- [Work order]
Copy each line of the records below that mentions the word "size".

- [Dataset excerpts]
▼▼▼

"""strewn.probability's C++ entry (python/src/module.cpp, probability_fast) against its general
path: the call probability(model, region) with a Normal or Mixture and a Region is served in C++,
every other call by the Python function strewn._probability_general. Both must give the same
bits, the same errors with the same messages, and the same results from 8 threads as serially.
The values themselves are checked against scipy and closed forms in test_probability.py; here
the reference is the general path, strewn._strewn._probability with options built anew."""
import math
import pickle
import sys
from concurrent.futures import ThreadPoolExecutor

import numpy as np
import pytest

import strewn
from strewn import _strewn


def fields(r):
    """Every attribute of a Result, floats as their hex form (bit for bit)."""
    def bits(v):
        return float(v).hex() if isinstance(v, float) else v
    interval = None if r.interval is None else tuple(bits(v) for v in r.interval)
    return (bits(r.p), bits(r.q), bits(r.abs_err), bits(r.p_abs_err), bits(r.q_abs_err), r.method, r.status,
            r.converged, r.evaluations, r.message, interval, repr(r))


def general(model, region, method="exact", rel_tol=1e-8, abs_tol=1e-15, samples=1_000_000, seed=20261201,
            confidence=0.999, force=False):
    """The general path below the Python wrapper: the pybind11 overloads with options built anew
    (not the entry's cached defaults)."""
    options = _strewn._options(method, rel_tol, abs_tol, samples, seed, confidence)
    return _strewn._probability(model, region, options, force)


def python_frames(fn):
    """Names of the Python functions that run during fn() (sys.setprofile's "call" events)."""
    seen = []

    def profile(frame, event, arg):
        if event == "call":
            seen.append(frame.f_code.co_name)
    sys.setprofile(profile)
    try:
        fn()
    except strewn.InputError:  # a refused call still shows the path it took
        pass
    finally:
        sys.setprofile(None)
    return seen


def star_polygon(rng, n, centre, size):
    """A simple polygon of n vertices: sorted angles, random radii (star-shaped about centre)."""
    t = np.sort(rng.uniform(0, 2 * math.pi, n))
    r = size * rng.uniform(0.3, 1.0, n)
    return [(centre[0] + a * math.cos(b), centre[1] + a * math.sin(b)) for a, b in zip(r, t)]


def random_normal(rng):
    mean = rng.normal(0, 2, 2)
    return strewn.Normal.from_axes(tuple(mean), rng.uniform(0.2, 2), rng.uniform(0.05, 0.2), rng.uniform(0, 180))


def random_cases(seed, count):
    """(model, region) pairs: polygons of 3 to 60 vertices (either side of the 32 straight edges
    under which the GIL is kept), near and far from the mean, Normals, Mixtures, a heavy-tailed
    family, and arcs."""
    rng = np.random.default_rng(seed)
    cases = []
    for k in range(count):
        n = int(rng.integers(3, 61))
        region = strewn.Region.polygon(star_polygon(rng, n, rng.normal(0, 3, 2), rng.uniform(0.1, 4)))
        if k % 4 == 0:
            parts = [(float(w), random_normal(rng)) for w in rng.dirichlet(np.ones(int(rng.integers(2, 4))))]
            model = strewn.Mixture(parts)
        elif k % 4 == 1:
            model = random_normal(rng).with_family("student_t", nu=4)
        else:
            model = random_normal(rng)
        cases.append((model, region))
    cases.append((random_normal(rng), strewn.Region.ring_sector((0.5, 0.2), 0.3, 1.2, 10, 250)))
    cases.append((strewn.Mixture([(0.9, random_normal(rng)), (0.1, random_normal(rng))]),
                  strewn.Region.disk((1.0, -0.5), 0.8)))
    return cases


def test_the_common_call_is_served_in_cxx_and_gives_the_general_paths_bits():
    for model, region in random_cases(20, 60):
        fast = strewn.probability(model, region)
        assert fields(fast) == fields(general(model, region))
        assert fields(fast) == fields(strewn._probability_general(model, region))
        # Options equal to the defaults but other objects take the general path's _options().
        assert fields(fast) == fields(strewn.probability(model, region, str("exact"), float("1e-8")))
    model, region = random_cases(21, 1)[0]
    # Which path ran: the entry runs no Python function, with the defaults or options of plain
    # types; a value the Python function would convert (a numpy float) goes to the general one.
    assert "probability" not in python_frames(lambda: strewn.probability(model, region))
    assert "probability" not in python_frames(lambda: strewn.probability(model, region, rel_tol=1e-10))
    assert "probability" not in python_frames(lambda: strewn.probability(model, region, "cubature", 1e-6))
    assert "probability" in python_frames(lambda: strewn.probability(model, region, rel_tol=np.float64(1e-10)))
    assert "probability" in python_frames(lambda: strewn.probability(model, region, method=None))
    assert "probability" in python_frames(lambda: strewn.probability(model, region, force=1))


@pytest.mark.parametrize("method", ["exact", "cubature", "monte_carlo"])
def test_every_method_and_keyword_gives_the_general_paths_bits(method):
    # Served by the entry (plain floats, ints, str, bool) or by the general path (numpy scalars,
    # which it converts); in any order, alternating, so that the entry's per-thread options
    # cache is seen to follow the request.
    model, region = random_cases(22, 3)[2]
    samples = 20_000  # Monte Carlo: small, the call's result is compared, not its accuracy
    calls = [
        dict(method=method, samples=samples),
        dict(method=method, rel_tol=1e-6, samples=samples),
        dict(method=method, rel_tol=1e-6, samples=samples, abs_tol=1e-12),
        dict(method=method, abs_tol=0, samples=samples),
        dict(method=method, abs_tol=-0.0, samples=samples),
        dict(method=method, abs_tol=0.0, samples=samples),
        dict(method=method, samples=samples, seed=7),
        dict(method=method, samples=samples, confidence=0.95),
        dict(method=method, samples=samples, confidence=np.float64(0.95)),
        dict(method=method, samples=np.int64(samples), rel_tol=np.float32(1e-6)),
        dict(method=method, samples=samples, force=True),
        dict(method=method, samples=samples, force=False),
    ]
    for kwargs in calls + calls[::-1]:
        plain = {k: (v.item() if isinstance(v, np.generic) else v) for k, v in kwargs.items()}
        expected = general(model, region, **plain)
        assert fields(strewn.probability(model, region, **kwargs)) == fields(expected), kwargs
        assert fields(strewn._probability_general(model, region, **kwargs)) == fields(expected), kwargs
        # method and rel_tol may also come positionally
        rest = {k: v for k, v in kwargs.items() if k not in ("method", "rel_tol")}
        got = strewn.probability(model, region, kwargs["method"], kwargs.get("rel_tol", 1e-8), **rest)
        assert fields(got) == fields(expected)
    if method == "monte_carlo":
        r = strewn.probability(model, region, method=method, samples=samples)
        assert r.interval is not None and r.interval[0] <= r.p <= r.interval[1]


class MyNormal(strewn.Normal):
    pass


class MyMixture(strewn.Mixture):
    pass


class GeoThing:
    """Not a strewn type: a shapely-like object with __geo_interface__ (site metres)."""
    __geo_interface__ = {"type": "Polygon", "coordinates": [[(0.1, 5.7), (0.8, 6.1), (0.0, 6.6), (0.1, 5.7)]]}


def test_subclasses_and_other_types_take_the_general_path_with_the_same_values():
    mean, cov = (0.0, 6.0), [[0.09, 0.03], [0.03, 0.04]]
    base = strewn.Normal(mean, cov)
    sub = MyNormal(mean, cov)
    triangle = [(0.1, 5.7), (0.8, 6.1), (0.0, 6.6)]
    region = strewn.Region.polygon(triangle)
    expected = fields(strewn.probability(base, region))
    assert "probability" in python_frames(lambda: strewn.probability(sub, region))
    assert fields(strewn.probability(sub, region)) == expected
    wkt = "POLYGON ((0.1 5.7, 0.8 6.1, 0 6.6, 0.1 5.7))"
    for other in (wkt, GeoThing(), GeoThing.__geo_interface__, strewn.Region.from_wkt(wkt)):
        assert fields(strewn.probability(base, other)) == expected
    mix = strewn.Mixture([(0.7, base), (0.3, strewn.Normal.from_cep(mean, 0.5))])
    my_mix = MyMixture([(0.7, base), (0.3, strewn.Normal.from_cep(mean, 0.5))])
    assert fields(strewn.probability(my_mix, region)) == fields(strewn.probability(mix, region))
    # A one-component Mixture of the Normal is the Normal's probability (the entry takes the
    # Mixture overload, as the general path does).
    assert fields(strewn.probability(strewn.Mixture(base), region)) == fields(general(strewn.Mixture(base), region))


def raised(fn):
    with pytest.raises(Exception) as e:
        fn()
    return type(e.value), str(e.value)


def test_errors_are_those_of_the_general_path_with_the_same_messages():
    model = strewn.Normal((0.0, 6.0), [[0.09, 0.03], [0.03, 0.04]])
    region = strewn.Region.polygon([(0.1, 5.7), (0.8, 6.1), (0.0, 6.6)])
    bad_calls = [
        ((), {}), ((model,), {}), ((model, region, "exact", 1e-8, 3), {}), ((model, region), {"tol": 1e-9}),
        ((3, region), {}), ((model, 3), {}), ((model, region), {"method": "exactly"}),
        ((model, region), {"rel_tol": "x"}), ((model, region), {"rel_tol": -1.0}), ((model, region), {"abs_tol": 1.0}),
        ((model, region), {"samples": 1.5}), ((model, region), {"seed": -1}), ((None, None), {}),
        ((model, region), {"method": "monte_carlo", "samples": 10**10}),
        ((model, region), {"samples": 2**64}), ((model, region), {"rel_tol": 1}), ((model, region), {"seed": True}), ((model, region), {"rel_tol": 10**400}),
        ((model, region), {"rel_tol": float("nan")}), ((model, region), {"abs_tol": float("nan")}),
        ((model, region), {"confidence": 1.5}), ((model, region), {"method": "Exact"}),
        ((model, region, "exact"), {"method": "exact"}), ((model, region), {"force": True, "tol": 1}),
        ((model, region), {"method": "monte_carlo", "samples": 0}),
    ]
    for args, kwargs in bad_calls:
        got = raised(lambda: strewn.probability(*args, **kwargs))
        assert got == raised(lambda: strewn._probability_general(*args, **kwargs)), (args, kwargs)
    # The messages that name the function name it `probability`, as before the entry existed.
    assert raised(lambda: strewn.probability(model)) == (
        TypeError, "probability() missing 1 required positional argument: 'region'")
    assert raised(lambda: strewn.probability(model, region, tol=1e-9)) == (
        TypeError, "probability() got an unexpected keyword argument 'tol'")
    assert raised(lambda: strewn.probability(3, region)) == (
        strewn.InputError, "expected a strewn.Normal or strewn.Mixture, not int")
    kind, message = raised(lambda: strewn.probability(model, region, method="monte_carlo", samples=10**10))
    assert kind is strewn.InputError and "force=True" in message


def test_eight_threads_give_the_serial_results():
    cases = random_cases(23, 40) * 4
    serial = [fields(strewn.probability(m, r)) for m, r in cases]
    with ThreadPoolExecutor(max_workers=8) as pool:
        threaded = list(pool.map(lambda c: fields(strewn.probability(*c)), cases))
        threaded_general = list(pool.map(lambda c: fields(strewn.probability(*c, rel_tol=1e-8 * 1.0)), cases))
    assert threaded == serial
    assert threaded_general == serial
    # Requests that change from call to call (each thread's options cache follows them).
    tols = (1e-8, 1e-10, 1e-6)
    jobs = [(m, r, tols[i % 3]) for i, (m, r) in enumerate(cases)]
    serial_kw = [fields(general(m, r, rel_tol=t)) for m, r, t in jobs]
    with ThreadPoolExecutor(max_workers=8) as pool:
        threaded_kw = list(pool.map(lambda j: fields(strewn.probability(j[0], j[1], rel_tol=j[2])), jobs))
    assert threaded_kw == serial_kw


def test_the_entry_keeps_the_functions_signature_docstring_and_result_type():
    import inspect
    sig = inspect.signature(strewn._probability_general)
    plain = sig.replace(parameters=[p.replace(annotation=inspect.Parameter.empty) for p in sig.parameters.values()],
                        return_annotation=inspect.Signature.empty)
    assert inspect.signature(strewn.probability) == plain
    assert "Example::" in strewn.probability.__doc__ and "Returns a :class:`Result`" in strewn.probability.__doc__
    assert strewn.probability.__module__ == "strewn" and strewn.probability.__name__ == "probability"
    model = strewn.Normal.from_cep((0.0, 0.0), 1.0)
    r = strewn.probability(model, strewn.Region.polygon([(0, 0), (1, 0), (1, 1)]))
    assert type(r) is strewn.Result and "p_event" in strewn.Result.__doc__
    # repr: p and q to 17 significant digits (they round-trip through float()), abs_err to 3.
    text = repr(r)
    assert text.startswith("strewn.Result(p=") and text.endswith("method='exact', status='converged')")
    assert float(text.split("p=")[1].split(",")[0]) == r.p and float(text.split("q=")[1].split(",")[0]) == r.q
    assert isinstance(r.evaluations, int) and r.converged is True and r.message == "" and r.interval is None
    with pytest.raises(AttributeError):
        r.p = 0.5
    with pytest.raises(TypeError):
        strewn.Result()
    with pytest.raises(TypeError):  # as before: a Result is read, not pickled (it has no constructor)
        pickle.dumps(r)


def test_probability_many_and_at_take_a_normal_directly_with_the_mixtures_bits():
    # _probability_many and _probability_at have a Normal overload (module.cpp) that wraps it in a
    # one-component mixture itself, as pybind11's implicit conversion did: the same bits.
    cases = random_cases(24, 12)
    normals = [m for m, _ in cases if isinstance(m, strewn.Normal)]
    regions = [r for _, r in cases]
    x, y = np.meshgrid(-1 + 0.25 * np.arange(6), 5 + 0.25 * np.arange(3))
    footprint = strewn.Region.polygon([(-0.2, -0.1), (0.2, -0.1), (0.2, 0.1), (-0.2, 0.1)])
    for n in normals[:3]:
        many = strewn.probability_many(n, regions)
        as_mixture = strewn.probability_many(strewn.Mixture(n), regions)
        for a, b in zip(many, as_mixture):
            assert a.tobytes() == b.tobytes()
        assert [float(v).hex() for v in many.p] == [strewn.probability(n, r).p.hex() for r in regions]
        at = strewn.probability_at(n, footprint, x, y)
        at_mixture = strewn.probability_at(strewn.Mixture(n), footprint, x, y)
        for a, b in zip(at, at_mixture):
            assert a.tobytes() == b.tobytes()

▲▲▲

- [Your solution]
def star_polygon(rng, n, centre, size):
    r = size * rng.uniform(0.3, 1.0, n)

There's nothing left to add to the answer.